def _fused_view(op: Mul, member: str, table: dict[str, Any], reads: dict[str, str]) -> dict[str, Any]:
    """A product made inside a lookup group: per piece, the looked-up value times the other operand;
    `exact[k]` is the literal multiplier where piece k is a constant multiple of 2^shift (else None)."""
    other = op.b if op.a == member else op.a
    exact = [
        p["value"] >> op.shift if p["kind"] == "constant" and p["value"] % (1 << op.shift) == 0 else None
        for p in table["pieces"]
    ]
    return {
        "dst": op.dst,
        "other": reads.get(other, other),
        "shift": op.shift,
        "half": rounding_half(op.shift),
        "exact": exact,
    }


def _group_view(
    ops: tuple[Op, ...],
    k: int,
    j: int,
    key: GroupKey,
    *,
    tables: dict[str, dict[str, Any]],
    proof: Proof,
    reads: dict[str, str],
    whole: tuple[Op, ...],
) -> tuple[dict[str, Any], set[int]]:
    """One inline block for the lookups ops[k:j] (of the part `ops` of the program `whole`); returns it
    and the indices of the products it makes."""
    members: list[dict[str, Any]] = []
    taken: set[int] = set()
    for op in ops[k:j]:
        table = op_table(op)
        assert table is not None
        fused = _fused_product(ops, k, op.dst, table=tables[table], proof=proof, whole=whole)
        if fused is not None:
            taken.add(fused[0])
        t = tables[table]
        view = None if fused is None else _fused_view(fused[1], op.dst, t, reads)
        members.append({"dst": op.dst, "t": t, "fused": view, "odd": t["symmetry"] == "odd"})
    view = {
        "kind": "group",
        "src": key[0],
        "abs": key[1],
        "piece_edge": key[2],
        "members": members,
        "needs_x": key[2] is not None or any(m["t"]["needs_x"] for m in members),
        "negate_after": [m["dst"] for m in members if m["odd"] and m["fused"] is None],
    }
    return view, taken


def _group_key(op: Op, tables: dict[str, dict[str, Any]]) -> GroupKey | None:
    """Lookups that may share one inline block: same input, same symmetry class, same piece edge."""
    table = looked_up(op)  # a Backdrive's table is looked up in its branch
    if table is None:
        return None
    t = tables[table]
    return (op_inputs(op)[0], t["symmetry"] != "none", t["piece_edge"])


def program_view(
    prog: Program,
    proof: Proof,
    tables: dict[str, dict[str, Any]],
    prefix: str,
    *,
    ops: tuple[Op, ...] | None = None,
    flags: str = "flags",
    reads: dict[str, str] | None = None,
) -> dict[str, Any]:
    """One view per op (of `ops`, default all); adjacent lookups of the same input with the same piece edge
    share one inline block (one |x|, one comparison), which the compiler cannot merge across two calls
    on its own. `flags` is how the clamp bits are stored after the last clamp; `reads` maps signals to
    the C expression that reads them where they are used (the fast part's state members)."""
    views: list[dict[str, Any]] = []
    ops = tuple(prog.ops) if ops is None else ops
    made_in_groups: set[int] = set()
    k = 0
    while k < len(ops):
        key = _group_key(ops[k], tables)
        j = k + 1
        while key is not None and j < len(ops) and _group_key(ops[j], tables) == key:
            j += 1
        if k in made_in_groups:
            pass
        elif key is not None and j - k > 1:
            view, taken = _group_view(
                ops, k, j, key, tables=tables, proof=proof, reads=reads or {}, whole=tuple(prog.ops)
            )
            views.append(view)
            made_in_groups |= taken
        else:
            view = _op_view(ops[k], proof, [n for n, _ in prog.call.clamp_names(prefix)], prefix)
            views.append(_renamed(view, reads) if reads else view)
        k = j
    last = max(i for i, v in enumerate(views) if v["kind"] in ("clamp", "pair_clamp", "pair_clamp_done", "mix"))
    views.insert(last + 1, {"kind": flags})
    return {"name": prog.name, "ops": views}


def rates_view(fw: Firmware, tables: dict[str, dict[str, Any]], prefix: str) -> dict[str, Any]:
    """The two-rate form of the feed-forward: slow and fast op lists and the state between them."""
    prog = fw.design.feedforward
    parts = by_rate(prog)
    state = []
    for name in parts.state:
        r = fw.ff_proof.ranges[name]
        state.append({"name": name, "comment": f"{r.lo} .. {r.hi}"})
    return {
        "slow": program_view(prog, fw.ff_proof, tables, prefix, ops=parts.slow, flags="flags_state"),
        "fast": program_view(
            prog,
            fw.ff_proof,
            tables,
            prefix,
            ops=parts.fast,
            flags="flags_merge",
            reads={name: f"state->{name}" for name in parts.state},  # at each use: no copies to spill
        ),
        "state": state,
    }


def _struct_view(st: interface.Struct, prefix: str, clamp_text: str = "") -> dict[str, Any]:
    members = [(m.c_decl().ljust(19), m.c_comment()) for m in st.members]
    if st.clamped:
        members.append(("uint32_t clamped;".ljust(19), clamp_text))
    return {"ctype": st.c_type(prefix), "members": members}


def _call_view(call: interface.Call, prefix: str) -> dict[str, Any]:
    """The structs and clamp-bit names of one generated function, from the interface description."""
    return {
        "title": CALL_TITLES[call.name],
        "inputs": _struct_view(call.inputs, prefix),
        "outputs": _struct_view(call.outputs, prefix, f"{prefix.upper()}_{call.clamp_tag}_* bits"),
        "clamp_bits": [(name, f"0x{mask:02X}u") for name, mask in call.clamp_names(prefix)],
    }


PARAMETER = {
    "m/s": "m_per_s",
    "m/s^2": "m_per_s2",
    "rad": "rad",
    "rad/s": "rad_per_s",
    "rad/s^2": "rad_per_s2",
    "kg": "kg",
    "A": "amps",
}
"""The C parameter name of an SI value, by its unit (a name says its unit)."""


def conversions(fw: Firmware) -> list[dict[str, str]]:
    """One SI <-> step pair of helpers per quantity of the two calls (feed-forward inputs, the forward
    helper's, the current), from the interface description; the step as a literal that reads back as the
    same double."""
    seen: dict[str, dict[str, str]] = {}
    calls = (interface.ff_in(fw.vehicle), interface.FWD_IN, interface.FF_OUT, interface.FWD_OUT)
    for m in (mem for st in calls for mem in st.members):
        step = interface.lsb(fw.vehicle, m)
        seen.setdefault(
            m.name,
            {"name": m.name, "unit": m.unit, "param": PARAMETER[m.unit], "step": repr(step), "key": _key_text(fw, m)},
        )
    return list(seen.values())


def neighbour_lines(fw: Firmware, steps: dict[str, Any] | None = None) -> list[str]:
    """The header's lines on the largest current step between neighbouring inputs (steps.neighbour_steps,
    found here unless given)."""
    from .steps import neighbour_steps

    steps = neighbour_steps(fw) if steps is None else steps
    width = max(len(n) for n in steps)
    return [f"{n + ':':<{width + 1}} {num(s.amps)} A (from {s.at} to {s.at + 1} steps)" for n, s in steps.items()]


def context(fw: Firmware, *, neighbours: dict[str, Any] | None = None) -> dict[str, Any]:
    """The whole template context for one vehicle (`neighbours`: steps.neighbour_steps, if known)."""
    v = fw.vehicle
    prefix = v.name
    f = v.firmware
    tables = {n: table_view(fw, n, prefix) for n in fw.tables}
    return {
        "prefix": prefix,
        "PREFIX": prefix.upper(),
        "version": __version__,
        "format": FORMAT_VERSION,
        "fingerprint": f"0x{fw.fingerprint:08X}u",
        "caution": CAUTION,
        "header": f"{prefix}_ff.h",
        "guard": f"{prefix.upper()}_FF_H",
        "tables": list(tables.values()),
        "feedforward": program_view(fw.design.feedforward, fw.ff_proof, tables, prefix),
        **rates_view(fw, tables, prefix),
        "forward": program_view(fw.design.forward, fw.fwd_proof, tables, prefix),
        "pair_scale": f"{prefix}_pair_scale" if _has_pairs(fw) else "",
        "calls": [_call_view(call, prefix) for call in interface.calls(v)],
        "limits": _limit_lines(fw),
        "lsbs": _lsb_lines(fw),
        "ff_bound": f"{num(fw.ff_bound_a)} A (budget {num(f.current_budget_a)} A)",
        "fwd_bound": f"{num(fw.fwd_bound_mps2)} m/s^2 (budget {num(fw.fwd_budget_mps2)} m/s^2)",
        "total_bytes": fw.total_bytes,
        "acc_step": f"{num(fw.design.amps_per_acc)} A (current step / 2^{fw.design.guard_bits})",
        "conversions": conversions(fw),
        "neighbour_steps": neighbour_lines(fw, neighbours),
        "point": pointform.c_view(pointform.point_form(fw)),
    }
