def test_compare_warns_when_rig_overrides_the_one_the_run_recorded(bench, capsys):
    """Regression (a trial): `bench compare --rig wheels-up` on an on-floor log failed with an RMS of
    hundreds of mA and no word that the rig it was judged on was not the one it ran on."""
    folder, path, log = bench
    code, _, err = run(["bench", "compare", str(path), str(log), "--rig", "wheels-up"], capsys)
    assert code in (0, 1) and f"warning: {log}: taken as wheels-up (--rig), though its run recorded on-floor" in err
    code, _, err = run(["bench", "compare", str(path), str(log), "--rig", "on-floor"], capsys)
    assert code in (0, 1) and "--rig" not in err


def test_an_accepted_log_from_beyond_the_models_envelope_is_named_in_a_warning(bench, tmp_path, capsys):
    """Regression (a trial): a small vehicle's fit took a big one's logs (--accept-other-model), at twenty
    times its payload and faster than its speed_max, warning only that the model's name differed."""
    import tomllib

    _, path, log = bench
    ran = benchdata.read_log(log, None, model.load(path)).setpoint
    fastest = float(max(np.max(np.abs(ran["speed_right"])), np.max(np.abs(ran["speed_left"]))))
    doc = tomllib.loads(path.read_text())
    doc["name"] = "tug"
    speed_max = 2 * fastest / 3  # the log drove faster than this model may
    doc["envelope"]["speed_max"] = f"{speed_max} m/s"
    doc["friction"]["deadband"] = f"{speed_max / 20} m/s"
    other = tmp_path / "tug.toml"
    other.write_text(to_toml(doc))
    code, out, err = run(["bench", "compare", str(other), str(log), "--accept-other-model"], capsys)
    assert code in (0, 1) and f"warning: {log}: the run went beyond this model's envelope (speed " in err
    assert f"speed {fastest:.4g} m/s > envelope.speed_max {speed_max:.4g} m/s)" in err, err
    code, out, err = run(["bench", "compare", str(path), str(log)], capsys)
    assert "beyond this model's envelope" not in err


def test_an_accepted_log_past_the_body_frame_limits_is_named_in_a_warning(bench, tmp_path, capsys):
    """Review: the envelope warning checked each wheel's speed, payload and tilt only. A model whose
    forward speed and acceleration limits (envelope keys) are two thirds of what the log did is named on
    both: P's speed is (u_R + u_L)/2 and its acceleration (a_R + a_L)/2 (docs/physics.md)."""
    import tomllib

    _, path, log = bench
    v = model.load(path)
    ran = benchdata.read_log(log, None, v).setpoint
    forward = float(np.max(np.abs(ran["speed_right"] + ran["speed_left"]))) / 2
    forward_accel = float(np.max(np.abs(ran["accel_right"] + ran["accel_left"]))) / 2
    assert forward > 0 and forward_accel > 0
    doc = tomllib.loads(path.read_text())
    doc["envelope"]["forward_speed_max"] = f"{2 * forward / 3} m/s"
    doc["envelope"]["forward_accel_max"] = f"{2 * forward_accel / 3} m/s^2"
    other = tmp_path / "narrow.toml"
    other.write_text(to_toml(doc))
    code, _, err = run(["bench", "compare", str(other), str(log), "--accept-other-model"], capsys)
    assert code in (0, 1) and f"warning: {log}: the run went beyond this model's envelope (" in err, err
    assert f"forward speed {forward:.4g} m/s > envelope.forward_speed_max {2 * forward / 3:.4g} m/s" in err, err
    assert f"forward acceleration {forward_accel:.4g} m/s^2 > envelope.forward_accel_max" in err, err
    assert "> envelope.speed_max" not in err and "> envelope.accel_max" not in err


def test_a_turn_past_the_yaw_limits_is_named_and_one_inside_them_is_not(bench):
    """The yaw rate is (u_R - u_L)/track and the yaw acceleration (a_R - a_L)/track (docs/physics.md):
    a spin at 1.5 times the model's yaw limits is named on both, in deg/s and deg/s^2; the same spin at
    half of them is not."""
    import dataclasses
    from types import SimpleNamespace

    from kinetab.hil import fitreport

    _, path, _ = bench
    v = model.load(path)
    track = v.wheels.track_m
    rate, accel = v.envelope.speed_max_mps / track, v.envelope.accel_max_mps2 / track  # half the wheels' spin
    env = dataclasses.replace(v.envelope, yaw_rate_max_radps=rate, yaw_accel_max_radps2=accel)
    v = dataclasses.replace(v, envelope=env)
    deg = 180 / np.pi
    for k, named in ((1.5, True), (0.5, False)):
        u, a = k * rate * track / 2, k * accel * track / 2  # each wheel, opposite ways
        sp = {"speed_right": np.array([0, u]), "speed_left": np.array([0, -u])}
        sp |= {"accel_right": np.array([a, 0]), "accel_left": np.array([-a, 0])}
        assert u < v.envelope.speed_max_mps and a < v.envelope.accel_max_mps2  # only the yaw limits
        text = fitreport._beyond_envelope(v, SimpleNamespace(path="spin.csv", setpoint=sp))
        assert (f"yaw rate {k * rate * deg:.4g} deg/s > envelope.yaw_rate_max {rate * deg:.4g} deg/s" in text) == named
        assert (f"yaw acceleration {k * accel * deg:.4g} deg/s^2 > envelope.yaw_accel_max" in text) == named
        assert (text == "") != named, text
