def kinked(v: Vehicle, speed: np.ndarray, half: int, *, raw: np.ndarray | None = None) -> np.ndarray:
    """Rows whose filter window reaches into the deadband (|speed| below its edge, zero crossings
    included): friction there is the model's steep stand-in for stiction, it bends at the edges, and
    the filtered force differs from the force at the filtered speed. With the measured speeds (`raw`),
    the window is judged on them too: a wheel sticking and slipping at the deadband's edge crosses it
    between samples while its filtered speed stays outside (a trial's 'gap' deadband left 19 N RMS of
    residual on such rows)."""
    lo, hi = _roll(speed, 2 * half + 1, "min"), _roll(speed, 2 * half + 1, "max")
    if raw is not None:
        lo = np.minimum(lo, _roll(raw, 2 * half + 1, "min"))
        hi = np.maximum(hi, _roll(raw, 2 * half + 1, "max"))
    edge = v.friction.deadband_mps
    return (lo < edge) & (hi > -edge)


def turn_kinked(v: Vehicle, difference: np.ndarray, half: int, *, raw: np.ndarray | None = None) -> np.ndarray:
    """A skid-steer's rows whose filter window crosses an end of the turning resistance's ramp (|u_R - u_L| =
    track x skid.turn_transition), where it bends from a slope to a constant (as `kinked` for friction,
    the raw differences judged too); none on two drive wheels and casters."""
    if v.skid is None:
        return np.zeros(len(difference), dtype=bool)
    lo, hi = _roll(difference, 2 * half + 1, "min"), _roll(difference, 2 * half + 1, "max")
    if raw is not None:
        lo = np.minimum(lo, _roll(raw, 2 * half + 1, "min"))
        hi = np.maximum(hi, _roll(raw, 2 * half + 1, "max"))
    edge = v.wheels.track_m * v.skid.turn_transition_radps
    return ((lo < edge) & (hi > edge)) | ((lo < -edge) & (hi > -edge))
◆ ◆ ◆ ◆ ◆
Activity:
Going back over the entries above, copy word for word every line from the one that has "import dataclasses" on through the one that has "return (lo < edge) & (hi > -edge)".

Written solution:
    import dataclasses
    from types import SimpleNamespace

    from kinetab.hil import fitreport

    _, path, _ = bench
    v = model.load(path)
    track = v.wheels.track_m
    rate, accel = v.envelope.speed_max_mps / track, v.envelope.accel_max_mps2 / track  # half the wheels' spin
    env = dataclasses.replace(v.envelope, yaw_rate_max_radps=rate, yaw_accel_max_radps2=accel)
    v = dataclasses.replace(v, envelope=env)
    deg = 180 / np.pi
    for k, named in ((1.5, True), (0.5, False)):
        u, a = k * rate * track / 2, k * accel * track / 2  # each wheel, opposite ways
        sp = {"speed_right": np.array([0, u]), "speed_left": np.array([0, -u])}
        sp |= {"accel_right": np.array([a, 0]), "accel_left": np.array([-a, 0])}
        assert u < v.envelope.speed_max_mps and a < v.envelope.accel_max_mps2  # only the yaw limits
        text = fitreport._beyond_envelope(v, SimpleNamespace(path="spin.csv", setpoint=sp))
        assert (f"yaw rate {k * rate * deg:.4g} deg/s > envelope.yaw_rate_max {rate * deg:.4g} deg/s" in text) == named
        assert (f"yaw acceleration {k * accel * deg:.4g} deg/s^2 > envelope.yaw_accel_max" in text) == named
        assert (text == "") != named, text
def kinked(v: Vehicle, speed: np.ndarray, half: int, *, raw: np.ndarray | None = None) -> np.ndarray:
    """Rows whose filter window reaches into the deadband (|speed| below its edge, zero crossings
    included): friction there is the model's steep stand-in for stiction, it bends at the edges, and
    the filtered force differs from the force at the filtered speed. With the measured speeds (`raw`),
    the window is judged on them too: a wheel sticking and slipping at the deadband's edge crosses it
    between samples while its filtered speed stays outside (a trial's 'gap' deadband left 19 N RMS of
    residual on such rows)."""
    lo, hi = _roll(speed, 2 * half + 1, "min"), _roll(speed, 2 * half + 1, "max")
    if raw is not None:
        lo = np.minimum(lo, _roll(raw, 2 * half + 1, "min"))
        hi = np.maximum(hi, _roll(raw, 2 * half + 1, "max"))
    edge = v.friction.deadband_mps
    return (lo < edge) & (hi > -edge)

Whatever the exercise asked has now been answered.